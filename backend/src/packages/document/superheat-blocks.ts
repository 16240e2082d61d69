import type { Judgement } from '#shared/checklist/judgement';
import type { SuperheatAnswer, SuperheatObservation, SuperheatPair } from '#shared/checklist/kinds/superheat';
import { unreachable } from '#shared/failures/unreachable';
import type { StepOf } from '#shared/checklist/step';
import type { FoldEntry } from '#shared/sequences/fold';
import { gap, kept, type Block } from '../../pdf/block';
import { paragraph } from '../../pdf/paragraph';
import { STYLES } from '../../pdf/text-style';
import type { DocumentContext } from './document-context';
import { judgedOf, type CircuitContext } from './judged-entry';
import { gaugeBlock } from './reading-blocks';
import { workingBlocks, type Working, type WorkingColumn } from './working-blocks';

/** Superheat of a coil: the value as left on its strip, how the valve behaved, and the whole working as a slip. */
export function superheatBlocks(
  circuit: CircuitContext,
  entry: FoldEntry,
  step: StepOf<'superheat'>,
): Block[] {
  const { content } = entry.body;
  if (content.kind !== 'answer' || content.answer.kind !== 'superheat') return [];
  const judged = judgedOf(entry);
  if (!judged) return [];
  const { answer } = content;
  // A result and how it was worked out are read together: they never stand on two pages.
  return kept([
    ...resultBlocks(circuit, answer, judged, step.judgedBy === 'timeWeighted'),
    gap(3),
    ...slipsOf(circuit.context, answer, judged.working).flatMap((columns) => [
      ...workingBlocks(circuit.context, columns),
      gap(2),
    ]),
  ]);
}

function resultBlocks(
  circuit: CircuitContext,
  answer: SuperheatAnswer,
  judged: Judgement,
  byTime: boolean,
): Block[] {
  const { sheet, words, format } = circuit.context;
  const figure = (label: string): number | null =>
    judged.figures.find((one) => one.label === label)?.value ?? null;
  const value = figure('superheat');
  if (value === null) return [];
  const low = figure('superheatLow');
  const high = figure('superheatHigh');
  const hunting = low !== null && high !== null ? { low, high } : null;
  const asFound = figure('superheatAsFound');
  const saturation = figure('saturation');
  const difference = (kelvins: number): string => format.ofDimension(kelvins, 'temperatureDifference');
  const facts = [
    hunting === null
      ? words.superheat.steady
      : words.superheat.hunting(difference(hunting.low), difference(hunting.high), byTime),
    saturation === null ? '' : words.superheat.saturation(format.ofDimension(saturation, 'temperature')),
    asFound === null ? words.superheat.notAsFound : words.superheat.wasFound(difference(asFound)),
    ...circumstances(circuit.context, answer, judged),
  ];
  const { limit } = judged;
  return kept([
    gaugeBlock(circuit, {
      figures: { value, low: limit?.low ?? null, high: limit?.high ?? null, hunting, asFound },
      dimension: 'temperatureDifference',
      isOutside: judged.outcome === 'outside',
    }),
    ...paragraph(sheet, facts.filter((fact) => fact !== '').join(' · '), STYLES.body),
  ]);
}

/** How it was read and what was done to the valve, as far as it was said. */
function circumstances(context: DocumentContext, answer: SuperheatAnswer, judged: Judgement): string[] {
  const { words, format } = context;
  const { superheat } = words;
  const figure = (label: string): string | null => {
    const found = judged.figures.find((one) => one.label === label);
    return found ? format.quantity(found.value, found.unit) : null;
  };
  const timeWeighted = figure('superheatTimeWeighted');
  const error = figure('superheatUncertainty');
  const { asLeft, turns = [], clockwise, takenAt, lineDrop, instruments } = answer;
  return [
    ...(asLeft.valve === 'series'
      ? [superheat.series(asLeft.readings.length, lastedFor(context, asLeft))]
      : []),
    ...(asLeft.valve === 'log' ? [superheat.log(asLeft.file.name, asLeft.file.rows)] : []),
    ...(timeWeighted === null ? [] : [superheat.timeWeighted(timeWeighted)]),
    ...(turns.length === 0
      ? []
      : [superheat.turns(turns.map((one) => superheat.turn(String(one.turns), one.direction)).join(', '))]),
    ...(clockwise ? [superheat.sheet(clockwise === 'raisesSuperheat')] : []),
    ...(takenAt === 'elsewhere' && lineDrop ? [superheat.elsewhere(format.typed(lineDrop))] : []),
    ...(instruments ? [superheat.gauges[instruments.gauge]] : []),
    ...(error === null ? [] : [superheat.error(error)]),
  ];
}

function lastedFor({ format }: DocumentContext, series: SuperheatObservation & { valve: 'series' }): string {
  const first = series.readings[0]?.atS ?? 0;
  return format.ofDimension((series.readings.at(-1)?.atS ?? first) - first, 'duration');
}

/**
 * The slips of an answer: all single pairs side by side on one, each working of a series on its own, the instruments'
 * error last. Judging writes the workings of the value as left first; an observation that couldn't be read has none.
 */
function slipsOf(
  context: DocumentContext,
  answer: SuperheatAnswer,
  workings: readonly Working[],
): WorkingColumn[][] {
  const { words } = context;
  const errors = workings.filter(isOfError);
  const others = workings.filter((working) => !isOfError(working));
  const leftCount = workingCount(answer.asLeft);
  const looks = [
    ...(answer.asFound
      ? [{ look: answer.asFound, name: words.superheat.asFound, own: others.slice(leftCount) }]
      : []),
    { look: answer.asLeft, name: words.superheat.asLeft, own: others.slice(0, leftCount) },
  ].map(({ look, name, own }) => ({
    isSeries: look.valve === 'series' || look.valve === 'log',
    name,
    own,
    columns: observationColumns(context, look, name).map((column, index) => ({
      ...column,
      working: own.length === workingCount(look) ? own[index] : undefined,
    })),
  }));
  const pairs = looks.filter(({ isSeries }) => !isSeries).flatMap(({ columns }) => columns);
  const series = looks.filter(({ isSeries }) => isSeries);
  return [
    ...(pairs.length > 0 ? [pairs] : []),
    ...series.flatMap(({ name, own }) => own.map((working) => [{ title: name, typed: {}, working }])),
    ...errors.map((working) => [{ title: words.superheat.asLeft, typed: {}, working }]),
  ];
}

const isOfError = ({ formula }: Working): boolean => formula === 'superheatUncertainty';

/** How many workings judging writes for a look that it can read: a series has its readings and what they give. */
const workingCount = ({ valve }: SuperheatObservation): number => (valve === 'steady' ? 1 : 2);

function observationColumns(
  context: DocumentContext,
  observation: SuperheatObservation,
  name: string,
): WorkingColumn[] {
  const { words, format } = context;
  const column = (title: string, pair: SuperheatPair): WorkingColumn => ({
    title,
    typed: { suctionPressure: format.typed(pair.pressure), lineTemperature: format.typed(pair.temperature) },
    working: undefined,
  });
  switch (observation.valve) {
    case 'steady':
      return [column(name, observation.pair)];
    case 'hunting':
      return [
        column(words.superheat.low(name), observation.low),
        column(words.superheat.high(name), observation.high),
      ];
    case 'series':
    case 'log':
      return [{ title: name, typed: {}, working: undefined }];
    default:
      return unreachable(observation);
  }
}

» Task to carry out
Lines from the entries that contain the word "writes" are what the answer must hold.

» Your response
 * error last. Judging writes the workings of the value as left first; an observation that couldn't be read has none.
/** How many workings judging writes for a look that it can read: a series has its readings and what they give. */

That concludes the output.